United States.
Sherwin-Williams and Valspar Corp. announced that they have entered into a definitive agreement under which Sherwin-Williams will acquire Valspar for $113 per share, in a transaction with an enterprise value of approximately $11.3 million. The transaction has been unanimously approved by the boards of directors of both companies.
Sherwin-Williams and Valspar have highly complementary paints and coating offerings, and this combination enhances Sherwin-Williams' position as a global paint and coating supplier.
Transaction results across a diversified range of strong brands and technologies accelerate Sherwin-Williams' growth strategy by expanding its global platform in Asia-Pacific and EMEA, and also adds new capabilities in the packaging and coil segments.
The combined company would have 2015 Ebitda Revenue and Adjustments (including estimated annual synergies) of approximately $15.6 billion and $2.8 billion, respectively, with approximately 58,000 employees.
The transaction is expected to close by the end of the first quarter of 2017. It is subject to Valspar shareholder approval and customary closing conditions, including the expiration or termination of the applicable waiting period under the Hart-Scott-Rodino Antitrust Improvement Act, and regulatory approvals in other jurisdictions.
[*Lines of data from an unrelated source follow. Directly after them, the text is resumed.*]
#include "compare-panel.h"

#include <math.h>

#include <glib/gi18n.h>

#include "compare.h"
#include "report.h"

struct _UtComparePanel
{
  UtPanel parent;
  GtkLabel *words;
  GtkWidget *copy;
  GtkWidget *scroller;
  UtStudy *pinned;
  UtStudy *shown; /* what it is compared with in the grid */
  GPtrArray *rows;
};

G_DEFINE_FINAL_TYPE (UtComparePanel, ut_compare_panel, UT_TYPE_PANEL)

static void
attach (GtkGrid *grid, const char *text, int column, int row, gboolean figure, gboolean head)
{
  GtkWidget *label = gtk_label_new (text);

  gtk_label_set_xalign (GTK_LABEL (label), figure ? 1 : 0);
  if (figure)
    gtk_widget_add_css_class (label, "numeric");
  if (head)
    gtk_widget_add_css_class (label, "heading");
  gtk_grid_attach (grid, label, column, row, 1, 1);
}

static void
attach_row (GtkGrid *grid, const UtComparisonRow *row, int at)
{
  double change = row->after - row->before;
  g_autofree char *before = ut_report_figure (row->before, (int) row->decimals), *after = ut_report_figure (row->after, (int) row->decimals);
  g_autofree char *figure = ut_report_figure (change, (int) row->decimals), *signed_figure = g_strconcat (change > 0 ? "+" : "", figure, NULL);

  attach (grid, row->name, 0, at, FALSE, FALSE);
  if (row->words != NULL)
    {
      attach (grid, row->words, 1, at, FALSE, FALSE);
      return;
    }
  attach (grid, before, 1, at, TRUE, FALSE);
  attach (grid, after, 2, at, TRUE, FALSE);
  attach (grid, signed_figure, 3, at, TRUE, FALSE);
}

static void
show_rows (UtComparePanel *self)
{
  GtkWidget *grid = gtk_grid_new ();

  gtk_grid_set_column_spacing (GTK_GRID (grid), 24);
  gtk_grid_set_row_spacing (GTK_GRID (grid), 2);
  gtk_widget_add_css_class (grid, "words");
  attach (GTK_GRID (grid), _ ("pinned"), 1, 0, TRUE, TRUE);
  attach (GTK_GRID (grid), _ ("now"), 2, 0, TRUE, TRUE);
  attach (GTK_GRID (grid), _ ("change"), 3, 0, TRUE, TRUE);
  for (guint i = 0; i < self->rows->len; i++)
    attach_row (GTK_GRID (grid), self->rows->pdata[i], (int) i + 1);
  gtk_scrolled_window_set_child (GTK_SCROLLED_WINDOW (self->scroller), grid);
}

static void
ut_compare_panel_refresh (UtPanel *panel)
{
  UtComparePanel *self = UT_COMPARE_PANEL (panel);
  UtStudy *study = ut_desk_answer (ut_panel_desk (panel));

  gtk_widget_set_sensitive (self->copy, self->pinned != NULL);
  if (self->pinned == NULL || study == NULL || study == self->shown)
    return;
  g_clear_pointer (&self->shown, ut_study_unref);
  g_clear_pointer (&self->rows, g_ptr_array_unref);
  self->shown = ut_study_ref (study);
  self->rows = ut_comparison_new (self->pinned, study);
  gtk_label_set_text (self->words, self->pinned->question.direction == study->question.direction ? _ ("Beside the plan that was pinned:")
                                                                                               : _ ("Pinned in the other direction: the figures are of different links."));
  show_rows (self);
}

static void
ut_compare_panel_let_go (UtPanel *panel)
{
  UtComparePanel *self = UT_COMPARE_PANEL (panel);

  g_clear_pointer (&self->pinned, ut_study_unref);
  g_clear_pointer (&self->shown, ut_study_unref);
  g_clear_pointer (&self->rows, g_ptr_array_unref);
  gtk_scrolled_window_set_child (GTK_SCROLLED_WINDOW (self->scroller), NULL);
  gtk_label_set_text (self->words, _ ("Pin the plan as it is now, change it, and see what that gives."));
}

static void
pin_cb (UtComparePanel *self)
{
  UtDesk *desk = ut_panel_desk (UT_PANEL (self));
  UtStudy *study = desk != NULL ? ut_desk_answer (desk) : NULL;

  if (study == NULL)
    return;
  g_clear_pointer (&self->pinned, ut_study_unref);
  g_clear_pointer (&self->shown, ut_study_unref);
  self->pinned = ut_study_ref (study);
  ut_panel_refresh (UT_PANEL (self));
}

static void
copy_cb (UtComparePanel *self)
{
  g_autofree char *csv = self->rows != NULL ? ut_comparison_csv (self->rows) : NULL;

  if (csv != NULL)
    gdk_clipboard_set_text (gtk_widget_get_clipboard (GTK_WIDGET (self)), csv);
}

static void
ut_compare_panel_class_init (UtComparePanelClass *class)
{
  UT_PANEL_CLASS (class)->refresh = ut_compare_panel_refresh;
  UT_PANEL_CLASS (class)->let_go = ut_compare_panel_let_go;
}

static void
ut_compare_panel_init (UtComparePanel *self)
{
  GtkWidget *box = gtk_box_new (GTK_ORIENTATION_VERTICAL, 6), *bar = gtk_box_new (GTK_ORIENTATION_HORIZONTAL, 8), *pin = gtk_button_new_with_mnemonic (_ ("_Pin the Plan"));

  self->words = GTK_LABEL (gtk_label_new (_ ("Pin the plan as it is now, change it, and see what that gives.")));
  self->copy = gtk_button_new_with_label (_ ("Copy as CSV"));
  self->scroller = gtk_scrolled_window_new ();
  gtk_label_set_xalign (self->words, 0);
  gtk_label_set_ellipsize (self->words, PANGO_ELLIPSIZE_END);
  gtk_widget_set_hexpand (GTK_WIDGET (self->words), TRUE);
  g_signal_connect_swapped (pin, "clicked", G_CALLBACK (pin_cb), self);
  g_signal_connect_swapped (self->copy, "clicked", G_CALLBACK (copy_cb), self);
  gtk_widget_add_css_class (bar, "words");
  gtk_box_append (GTK_BOX (bar), GTK_WIDGET (self->words));
  gtk_box_append (GTK_BOX (bar), self->copy);
  gtk_box_append (GTK_BOX (bar), pin);
  gtk_widget_set_vexpand (self->scroller, TRUE);
  gtk_box_append (GTK_BOX (box), bar);
  gtk_box_append (GTK_BOX (box), self->scroller);
  ut_panel_set_child (UT_PANEL (self), box);
}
Both companies believe the combination will benefit customers and that it will receive all necessary regulatory clearances.
Sherwin-Williams intends to fund the transaction through a combination of cash, liquidity available under existing facilities and new debt. Sherwin-Williams has secured funding from Citigroup Global Markets Inc. in support of the transaction and has committed to maintaining its current dividend and rapid deleveraging using significant free cash flow.